Les dispositions de l’article L. 600-5-1 du code de l’urbanisme ont considérablement modifié l’office du juge et la stratégie des plaideurs, puisque ces dispositions permettent au juge de surseoir à statuer sur un recours lorsqu’il apparaît que l’autorisation d’urbanisme est entachée de vices de légalité susceptible de donner lieu à régularisation plutôt que de l’annuler.

Ces dispositions prévoient en effet que « le juge administratif qui, saisi de conclusions dirigées contre un permis de construire, de démolir ou d’aménager, estime, après avoir constaté que les autres moyens ne sont pas fondés, qu’un vice entraînant l’illégalité de cet acte est susceptible d’être régularisé par un permis modificatif peut, après avoir invité les parties à présenter leurs observations, surseoir à statuer jusqu’à l’expiration du délai qu’il fixe pour cette régularisation. Si un tel permis modificatif est notifié dans ce délai au juge, celui-ci statue après avoir invité les parties à présenter leurs observations ».

Dans une récente décision, le Conseil d’Etat a précisé que ce mécanisme ne pouvait jouer qu’une seule fois par vice de légalité concerné et qu’il permet donc pas de « sauver » à plusieurs  reprises une autorisation d’urbanisme entachée d’illégalité (Conseil d’Etat, 14 octobre 2024, req. n°471936).

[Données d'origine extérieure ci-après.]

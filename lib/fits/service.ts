import "server-only";
import { eq, sql } from "drizzle-orm";
import { z } from "zod";
import { db, type Tx } from "@/db/client";
import { fitRuns } from "@/db/schema";
import { decideApplyFit, decideCancelFit, decideRerunFit, decideStartFit } from "@/board/fit-rules";
import { getLatestRevision, lockProposal } from "@/board/queries";
import { parseDocument } from "@/board/revision-facts";
import { appendRevision, enforce } from "@/board/service";
import { recordAudit } from "@/lib/audit";
import type { SessionUser } from "@/lib/auth/session-user";
import { AppError, fieldErrorsOf } from "@/lib/errors";
import { enqueueFit, jobQueue } from "@/lib/jobs/boss";
import { QUEUES } from "@/lib/jobs/queues";
import type { ModelDocument } from "@/lib/tb/document";
import { listParameters } from "@/lib/tb/parameters";
import { TB_ENGINE_VERSION } from "@/lib/tb/version";
import { fitStillApplies } from "./apply-onto";
import { checkedPreview, loadFitContext } from "./context";
import type { FitPreview } from "./preview";
import { countActiveFits, getFitRun } from "./queries";
import { fitRevisionNote } from "./record";
import { prepareFitRevision } from "./fit-revision";
import { fitSpecSchema, type FitSpec } from "./spec";

export function parseFitSpec(input: unknown): FitSpec {
  const parsed = fitSpecSchema.safeParse(input);
  if (!parsed.success) throw new AppError("invalid:input", "The refit settings have problems.", fieldErrorsOf(parsed.error));
  return parsed.data;
}

/** What the fit would use (points, weights) — the same checks as starting it, without starting anything. */
export async function previewFit(proposalId: string, input: unknown): Promise<FitPreview> {
  const spec = parseFitSpec(input);
  const ctx = await loadFitContext(db, proposalId, spec.referenceSetId);
  return checkedPreview(ctx, spec);
}

/** Serialises one person's starts, so the limit on active refits holds under concurrent requests. */
async function lockPerson(tx: Tx, userId: string): Promise<void> {
  await tx.execute(sql`select pg_advisory_xact_lock(hashtext(${`fits:${userId}`}))`);
}

/** Hands a committed run to the queue; if the queue is unreachable the run is marked failed, not left waiting. */
async function handOver(fitId: string): Promise<void> {
  try {
    await enqueueFit(fitId);
  } catch (err) {
    const reason = `could not hand the refit to the job queue: ${err instanceof Error ? err.message : String(err)}`;
    await db.update(fitRuns).set({ status: "failed", failureReason: reason, finishedAt: new Date() }).where(eq(fitRuns.id, fitId));
    throw new AppError("conflict:queue", `The refit was recorded but ${reason}. Try again in a moment.`);
  }
}

/** A fit whose free parameters the selected values cannot pin down is refused before it starts. */
function refuseUndetermined(preview: FitPreview, doc: ModelDocument): void {
  if (!preview.undetermined) return;
  const labels = new Map(listParameters(doc).map((p) => [p.key, p.label]));
  const message = preview.insensitive.length
    ? `No value in the fit changes with ${preview.insensitive.map((k) => labels.get(k) ?? k).join(", ")} (by symmetry, or because the alignment shift takes the change up), so the fit cannot determine ${preview.insensitive.length === 1 ? "it" : "them"}. Fix ${preview.insensitive.length === 1 ? "it" : "them"}.`
    : "Some combination of the free parameters changes no value in the fit, so the fit cannot determine them all. Fix one of the parameters that act together.";
  throw new AppError("refused:fit-input", `This refit cannot start: ${message}`, undefined, { reasons: [message] });
}

/** Records a refit after every check (rules, settings, preview); it waits for a worker until handed over. */
export async function createFitRun(actor: SessionUser, proposalId: string, input: unknown): Promise<{ fitId: string; preview: FitPreview }> {
  const spec = parseFitSpec(input);
  const ctx = await loadFitContext(db, proposalId, spec.referenceSetId);
  enforce(decideStartFit(actor, ctx.facts, 0));
  const preview = await checkedPreview(ctx, spec);
  refuseUndetermined(preview, ctx.document);
  const fitId = await db.transaction(async (tx) => {
    await lockPerson(tx, actor.id);
    enforce(decideStartFit(actor, ctx.facts, await countActiveFits(tx, actor.id)));
    const [row] = await tx
      .insert(fitRuns)
      .values({ proposalId, baseRevisionId: ctx.revision.id, referenceSetId: ctx.reference.id, startedBy: actor.id, spec, engineVersion: TB_ENGINE_VERSION })
      .returning({ id: fitRuns.id });
    await recordAudit(tx, {
      actorId: actor.id,
      action: "fit.started",
      subjectType: "proposal",
      subjectId: proposalId,
      after: { fit: row.id, revision: ctx.revision.number, reference: ctx.reference.name, parameters: spec.parameters.map((p) => p.key), points: preview.points },
    });
    return row.id;
  });
  return { fitId, preview };
}

export async function startFit(actor: SessionUser, proposalId: string, input: unknown): Promise<{ fitId: string; preview: Pick<FitPreview, "points" | "kPoints" | "parameters"> }> {
  const { fitId, preview } = await createFitRun(actor, proposalId, input);
  await handOver(fitId);
  return { fitId, preview: { points: preview.points, kPoints: preview.kPoints, parameters: preview.parameters } };
}

async function requireFit(fitId: string) {
  const row = await getFitRun(db, fitId);
  if (!row) throw new AppError("not-found:fit", "That refit does not exist.");
  return row;
}

/** Runs a stored record again from the same revision, reference set and settings; the re-run never becomes a revision. */
export async function rerunFit(actor: SessionUser, fitId: string): Promise<{ fitId: string }> {
  const original = await requireFit(fitId);
  const ctx = await loadFitContext(db, original.run.proposalId, original.run.referenceSetId, original.run.baseRevisionId);
  const newId = await db.transaction(async (tx) => {
    await lockPerson(tx, actor.id);
    enforce(decideRerunFit(actor, ctx.facts, await countActiveFits(tx, actor.id)));
    const [row] = await tx
      .insert(fitRuns)
      .values({
        proposalId: original.run.proposalId,
        baseRevisionId: original.run.baseRevisionId,
        referenceSetId: original.run.referenceSetId,
        rerunOf: original.run.id,
        startedBy: actor.id,
        spec: original.run.spec,
        engineVersion: TB_ENGINE_VERSION,
      })
      .returning({ id: fitRuns.id });
    await recordAudit(tx, { actorId: actor.id, action: "fit.rerun", subjectType: "proposal", subjectId: original.run.proposalId, after: { fit: row.id, of: original.run.id } });
    return row.id;
  });
  await handOver(newId);
  return { fitId: newId };
}

export async function cancelFit(actor: SessionUser, fitId: string): Promise<{ status: string }> {
  const status = await db.transaction(async (tx) => {
    const [run] = await tx.select().from(fitRuns).where(eq(fitRuns.id, fitId)).for("update");
    if (!run) throw new AppError("not-found:fit", "That refit does not exist.");
    enforce(decideCancelFit(actor, run));
    const now = new Date();
    // A waiting run is cancelled at once; a running one is stopped by its worker at the next progress write.
    const next = run.status === "queued" ? { status: "cancelled" as const, finishedAt: now, cancelRequestedAt: now } : { cancelRequestedAt: now };
    await tx.update(fitRuns).set(next).where(eq(fitRuns.id, fitId));
    await recordAudit(tx, { actorId: actor.id, action: "fit.cancelled", subjectType: "proposal", subjectId: run.proposalId, after: { fit: fitId, was: run.status } });
    return next.status ?? run.status;
  });
  if (status === "cancelled") {
    try {
      await (await jobQueue()).cancel(QUEUES.fitRun, fitId);
    } catch {
      // the worker checks the run's status before starting, so a job left in the queue does nothing
    }
  }
  return { status };
}

export const applyFitInput = z.object({ version: z.number().int().min(0) });

/** Saves a finished fit's best point as the next revision, on the author's explicit request. */
export async function applyFit(actor: SessionUser, fitId: string, input: unknown): Promise<{ revision: number; version: number }> {
  const parsed = applyFitInput.safeParse(input);
  if (!parsed.success) throw new AppError("invalid:input", "The request body has problems.", fieldErrorsOf(parsed.error));
  const found = await requireFit(fitId);
  const ctx = await loadFitContext(db, found.run.proposalId, found.run.referenceSetId, found.run.baseRevisionId);
  // Saved on top of the latest revision, so its later edits (metadata, other fits' values) are kept — but only when
  // that loses nothing: a revision that changed parameters this fit held fixed would be undone. The document and its
  // facts are computed before the lock; the lock then confirms nothing changed meanwhile.
  const latest = await getLatestRevision(db, found.run.proposalId);
  const latestDoc = latest && latest.id !== found.run.baseRevisionId ? parseDocument(latest.document) : null;
  const outcome = found.run.outcome;
  const keeps = !latest || !latestDoc || (latestDoc.ok && outcome !== null && fitStillApplies(ctx.document, latestDoc.doc, outcome));
  const moved = outcome !== null && outcome.values.some((v, i) => v !== outcome.start[i]);
  const prepared = outcome && moved && keeps ? await prepareFitRevision(ctx, found.run, latestDoc?.ok ? latestDoc.doc : ctx.document, outcome) : null;
  return db.transaction(async (tx) => {
    const [run] = await tx.select().from(fitRuns).where(eq(fitRuns.id, fitId)).for("update");
    const proposal = await lockProposal(tx, run.proposalId);
    if (!proposal) throw new AppError("not-found:proposal", "That proposal does not exist.");
    enforce(decideApplyFit(actor, { ...ctx.facts, stage: proposal.stage }, { status: run.status, hasOutcome: Boolean(run.outcome), resultRevision: Boolean(run.resultRevisionId), rerun: Boolean(run.rerunOf) }));
    if (proposal.version !== parsed.data.version || (await getLatestRevision(tx, proposal.id))?.id !== latest?.id) {
      throw new AppError("conflict:stale", `Someone changed this proposal while you were looking (it is now at version ${proposal.version}). Reload to see its current revisions.`);
    }
    if (!moved) throw new AppError("refused:unchanged", "This fit moved no value from its start, so there is nothing to save as a revision.");
    if (!prepared) {
      throw new AppError(
        "refused:superseded",
        `Revision ${latest?.number} changed parameters this fit kept fixed (it started from revision ${found.baseRevisionNumber}); saving it would undo them. Start a new refit from revision ${latest?.number} instead.`,
      );
    }
    const saved = await appendRevision(tx, actor, proposal, prepared, fitRevisionNote(run.outcome as NonNullable<typeof run.outcome>, found.referenceName, fitId), { fit: fitId });
    await tx.update(fitRuns).set({ resultRevisionId: saved.revisionId, applyNote: null }).where(eq(fitRuns.id, fitId));
    return { revision: saved.revision, version: saved.version };
  });
}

7. En premier lieu, il résulte de ces dispositions, éclairées par les travaux parlementaires, que lorsque le ou les vices affectant la légalité de l’autorisation d’urbanisme dont l’annulation est demandée, sont susceptibles d’être régularisés, le juge doit surseoir à statuer sur les conclusions dont il est saisi contre cette autorisation. Il invite au préalable les parties à présenter leurs observations sur la possibilité de régulariser le ou les vices affectant la légalité de l’autorisation d’urbanisme. Le juge n’est toutefois pas tenu de surseoir à statuer, d’une part, si les conditions de l’article L. 600-5 du code de l’urbanisme sont réunies et qu’il fait le choix d’y recourir, d’autre part, si le bénéficiaire de l’autorisation lui a indiqué qu’il ne souhaitait pas bénéficier d’une mesure de régularisation. Il en va de même lorsque le juge constate que la légalité de l’autorisation d’urbanisme prise pour assurer la régularisation de ce premier vice est elle-même affectée d’un autre vice, qui lui est propre. Il lui appartient alors de surseoir à statuer sur les conclusions dont il est saisi, en invitant au préalable les parties à présenter leurs observations sur la possibilité de régulariser le ou les vices affectant la légalité de cette nouvelle autorisation, sauf si les conditions de l’article L. 600-5 du code de l’urbanisme sont réunies et qu’il fait le choix d’y recourir, ou si le bénéficiaire de l’autorisation lui a indiqué qu’il ne souhaitait pas bénéficier d’une mesure de régularisation. Lorsqu’une mesure de régularisation a été notifiée au juge après un premier sursis à statuer, et qu’il apparaît, au vu des pièces du dossier, que cette mesure n’est pas de nature à régulariser le vice qui affectait l’autorisation d’urbanisme initiale, il appartient au juge d’en prononcer l’annulation, sans qu’il y ait lieu de mettre à nouveau en oeuvre la procédure prévue à l’article L. 600-5-1 du code de l’urbanisme pour la régularisation du vice considéré.

Ainsi, si le permis de construire modificatif, censé être la mesure de régularisation du permis initial, n’est pas de nature à régulariser le vice qui entachait le permis de construire initial, le juge doit en prononcer l’annulation, sans laisser au pétitionnaire et à l’autorité administrative une « seconde chance » de procéder à cette régularisation.